(Task instructions) Take the records below and retype them line by line, from the first line through the one containing "per call, e.g."; stop there.

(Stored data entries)
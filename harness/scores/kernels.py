"""Sorted-row kernels shared by every ensemble score, and the input checks of the public scores.

Each scoring rule in :mod:`harness.scores` is written twice: a readable public function (one rule
per call, e.g. :func:`harness.scores.crps.crps_sorted`) and the fused pass of
:func:`harness.scores.fused.score_all`, which sorts each chunk of rows once and hands the sorted
rows to the kernels below. The tests bind the two (every fused column equals its rule).
"""

from __future__ import annotations

import math
from collections.abc import Callable
from typing import Literal

import numpy as np

from harness.scores.registry import (  # noqa: F401  (re-exported defaults)
    DEFAULT_COVERAGE_LEVELS,
    DEFAULT_DENSITY_FLOOR,
    DEFAULT_QUANTILE_LEVELS,
)

QuantileMethod = Literal["linear", "inverted_cdf"]
QUANTILE_METHODS: tuple[str, ...] = ("inverted_cdf", "linear")
QuantileWeight = Literal["centre", "left", "right", "tails", "uniform"]
TailSide = Literal["lower", "upper"]
TAIL_SIDES: tuple[str, ...] = ("lower", "upper")
TwWeight = Literal["indicator", "gaussian"]
TW_WEIGHTS: tuple[str, ...] = ("gaussian", "indicator")
Ties = Literal["mid", "random"]
TIES: tuple[str, ...] = ("mid", "random")

# Quantile weight functions of Gneiting & Ranjan (2011, Section 3), as published (unnormalised).
QUANTILE_WEIGHTS: dict[str, Callable[[np.ndarray], np.ndarray]] = {
    "centre": lambda a: a * (1.0 - a),
    "left": lambda a: (1.0 - a) ** 2,
    "right": lambda a: a**2,
    "tails": lambda a: (2.0 * a - 1.0) ** 2,
    "uniform": lambda a: np.ones_like(a),
}
_CHUNK_BYTES = 64 * 2**20  # per (rows, m) float64 temporary in score_all


def _check(obs, draws, where: str) -> tuple[np.ndarray, np.ndarray]:
    """Validate (obs, draws) once at a public entry point; keep float32 draws as they are."""
    y = np.asarray(obs)
    x = np.asarray(draws)
    if y.ndim != 1:
        raise ValueError(f"{where}: obs must be 1-D with shape (n,); got shape {y.shape}")
    if x.ndim != 2:
        raise ValueError(f"{where}: draws must be 2-D with shape (n, m); got shape {x.shape}")
    if x.shape[0] != y.shape[0]:
        raise ValueError(f"{where}: obs has {y.shape[0]} rows but draws has {x.shape[0]}; "
                         "expected one row of draws per observation")
    if x.shape[1] < 1:
        raise ValueError(f"{where}: draws has no columns; expected at least one draw per forecast")
    if not np.issubdtype(y.dtype, np.number) or not np.issubdtype(x.dtype, np.number):
        raise ValueError(f"{where}: obs and draws must be numeric; got {y.dtype} and {x.dtype}")
    if x.dtype not in (np.float32, np.float64):
        x = x.astype(np.float64)
    return y.astype(np.float64, copy=False), x


def _check_levels(levels, where: str, name: str = "levels") -> np.ndarray:
    a = np.atleast_1d(np.asarray(levels, dtype=np.float64))
    if a.ndim != 1 or a.size == 0:
        raise ValueError(f"{where}: {name} must be a non-empty 1-D sequence; got {levels!r}")
    if not np.all((a > 0) & (a < 1)):
        raise ValueError(f"{where}: {name} must lie strictly between 0 and 1; got {a.tolist()}")
    return a


def _check_method(method: str, where: str) -> None:
    if method not in QUANTILE_METHODS:
        raise ValueError(f"{where}: unknown quantile method {method!r}; expected one of "
                         f"{sorted(QUANTILE_METHODS)}")


# --------------------------------------------------------------------------- sorted-row kernels


def _sort_rows(x: np.ndarray) -> tuple[np.ndarray, np.ndarray, bool]:
    """Rows sorted ascending in float64 (NaN last), non-NaN counts, and whether no NaN exists."""
    s = np.sort(x, axis=1)
    if s.dtype != np.float64:
        s = s.astype(np.float64)
    m = s.shape[1]
    last_nan = np.isnan(s[:, -1])
    if not last_nan.any():
        return s, np.full(s.shape[0], m, dtype=np.int64), True
    k = m - np.isnan(s).sum(axis=1)
    return s, k.astype(np.int64), False


def _crps_from_sorted(s: np.ndarray, y: np.ndarray, k: np.ndarray, full: bool) -> np.ndarray:
    """Ensemble CRPS from sorted rows: mean |x - y| minus sum_i (2i - k - 1) x_(i) / k^2."""
    m = s.shape[1]
    if full:
        coef = 2.0 * np.arange(1, m + 1) - m - 1.0
        spread = s @ coef
        mae = np.abs(s - y[:, None]).sum(axis=1)
        with np.errstate(invalid="ignore"):
            return mae / m - spread / float(m) ** 2
    valid = np.arange(m)[None, :] < k[:, None]
    s0 = np.where(valid, s, 0.0)
    coef = np.where(valid, 2.0 * np.arange(1, m + 1)[None, :] - k[:, None] - 1.0, 0.0)
    spread = (s0 * coef).sum(axis=1)
    mae = np.where(valid, np.abs(s0 - y[:, None]), 0.0).sum(axis=1)
    with np.errstate(invalid="ignore", divide="ignore"):
        out = mae / k - spread / k.astype(np.float64) ** 2
    out[k == 0] = np.nan
    return out


def _quantiles_from_sorted(s: np.ndarray, k: np.ndarray, levels: np.ndarray,
                           method: str) -> np.ndarray:
    """(n, L) ensemble quantiles from sorted rows with k valid values each (numpy's definitions)."""
    a = levels[None, :]
    kk = k[:, None]
    top = np.maximum(kk - 1, 0)
    if method == "linear":
        pos = a * (kk - 1)
        lo = np.clip(np.floor(pos).astype(np.int64), 0, top)
        hi = np.minimum(lo + 1, top)
        g = pos - lo
        qlo = np.take_along_axis(s, lo, axis=1)
        qhi = np.take_along_axis(s, hi, axis=1)
        # numpy's lerp, written from the nearer end so that g = 0 or 1 returns an order statistic
        q = np.where(g >= 0.5, qhi - (qhi - qlo) * (1.0 - g), qlo + (qhi - qlo) * g)
    else:
        # inverted CDF: smallest x_(i) with i/k >= alpha
        idx = np.clip(np.ceil(a * kk).astype(np.int64) - 1, 0, top)
        q = np.take_along_axis(s, idx, axis=1)
    q[k == 0] = np.nan
    return q


def _pinball(y: np.ndarray, q: np.ndarray, levels: np.ndarray) -> np.ndarray:
    yy = y[:, None]
    with np.errstate(invalid="ignore"):
        return ((yy < q).astype(np.float64) - levels[None, :]) * (q - yy)


def _midpoint_levels(n_levels: int) -> np.ndarray:
    return (np.arange(n_levels) + 0.5) / n_levels


def _weighted_from_quantiles(qs: np.ndarray, grid: np.ndarray, weight: str) -> np.ndarray:
    """2 * integral of QS_alpha w(alpha) by the midpoint rule on ``grid``."""
    w = QUANTILE_WEIGHTS[weight](grid)
    return 2.0 * (qs @ w) / grid.size


def _silverman(s: np.ndarray, k: np.ndarray, full: bool, mean: np.ndarray) -> np.ndarray:
    """Silverman's (1986, eq. 3.31) rule 0.9 min(sd, IQR/1.34) k^(-1/5); sd with ddof=1."""
    if full:
        ss = ((s - mean[:, None]) ** 2).sum(axis=1)
    else:
        valid = np.arange(s.shape[1])[None, :] < k[:, None]
        ss = np.where(valid, (np.where(valid, s, 0.0) - mean[:, None]) ** 2, 0.0).sum(axis=1)
    with np.errstate(invalid="ignore", divide="ignore"):
        sd = np.sqrt(ss / np.maximum(k - 1, 1))
    q = _quantiles_from_sorted(s, k, np.array([0.25, 0.75]), "linear")
    iqr = (q[:, 1] - q[:, 0]) / 1.34
    spread = np.where((iqr > 0) & (iqr < sd), iqr, sd)  # IQR = 0 (heavy ties): fall back to sd
    with np.errstate(invalid="ignore", divide="ignore"):
        return 0.9 * spread * np.power(k.astype(np.float64), -0.2)


def _log_score_from_sorted(s: np.ndarray, y: np.ndarray, k: np.ndarray, full: bool,
                           h: np.ndarray, floor: float) -> np.ndarray:
    """-log of the Gaussian KDE at y, by a log-sum-exp around the nearest draw (no underflow)."""
    cap = -math.log(floor)
    ok = (h > 0) & np.isfinite(h) & (k > 0) & np.isfinite(y)
    hs = np.where(ok, h, 1.0)
    z2 = (s - y[:, None]) / hs[:, None]
    np.multiply(z2, z2, out=z2)
    z2 *= 0.5
    if not full:
        z2[np.isnan(z2)] = np.inf
    zmin = z2.min(axis=1)
    zmin = np.where(np.isfinite(zmin), zmin, 0.0)
    z2 -= zmin[:, None]
    np.negative(z2, out=z2)
    np.exp(z2, out=z2)
    total = z2.sum(axis=1)
    with np.errstate(divide="ignore", invalid="ignore"):
        log_f = -zmin + np.log(total) - np.log(k * hs * math.sqrt(2.0 * math.pi))
    score = np.minimum(-log_f, cap)
    # zero spread: no density exists, the forecast gets the capped (worst) score
    score = np.where((h <= 0) & (k > 0) & np.isfinite(y), cap, score)
    score[~np.isfinite(y) | (k == 0)] = np.nan
    return score


def _pit_from_sorted(s: np.ndarray, y: np.ndarray, k: np.ndarray, ties: str,
                     rng: np.random.Generator | None) -> np.ndarray:
    yy = y[:, None]
    below = (s < yy).sum(axis=1)
    equal = (s <= yy).sum(axis=1) - below
    u = 0.5 if ties == "mid" else rng.random(y.shape[0])
    with np.errstate(invalid="ignore", divide="ignore"):
        out = (below + u * equal) / k
    out[~np.isfinite(y) | (k == 0)] = np.nan
    return out


def _mean_from_sorted(s: np.ndarray, k: np.ndarray, full: bool) -> np.ndarray:
    if full:
        return s.mean(axis=1)
    with np.errstate(invalid="ignore", divide="ignore"):
        return np.where(np.isnan(s), 0.0, s).sum(axis=1) / np.where(k > 0, k, np.nan)


def _row_chunks(n: int, m: int, rows: int | None = None) -> list[slice]:
    step = rows or max(1, _CHUNK_BYTES // (8 * max(m, 1)))
    return [slice(i, min(i + step, n)) for i in range(0, n, step)]


def _coverage_hits(y: np.ndarray, lo: np.ndarray, hi: np.ndarray) -> np.ndarray:
    """Hit indicators 1{lo <= y <= hi} per level (NaN where y or the interval is missing)."""
    yy = y[:, None]
    hit = ((lo <= yy) & (yy <= hi)).astype(np.float64)
    hit[np.isnan(yy[:, 0]) | np.isnan(lo[:, 0])] = np.nan
    return hit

(Task output)
filename harness/scores/kernels.py
"""Sorted-row kernels shared by every ensemble score, and the input checks of the public scores.

Each scoring rule in :mod:`harness.scores` is written twice: a readable public function (one rule
per call, e.g. :func:`harness.scores.crps.crps_sorted`) and the fused pass of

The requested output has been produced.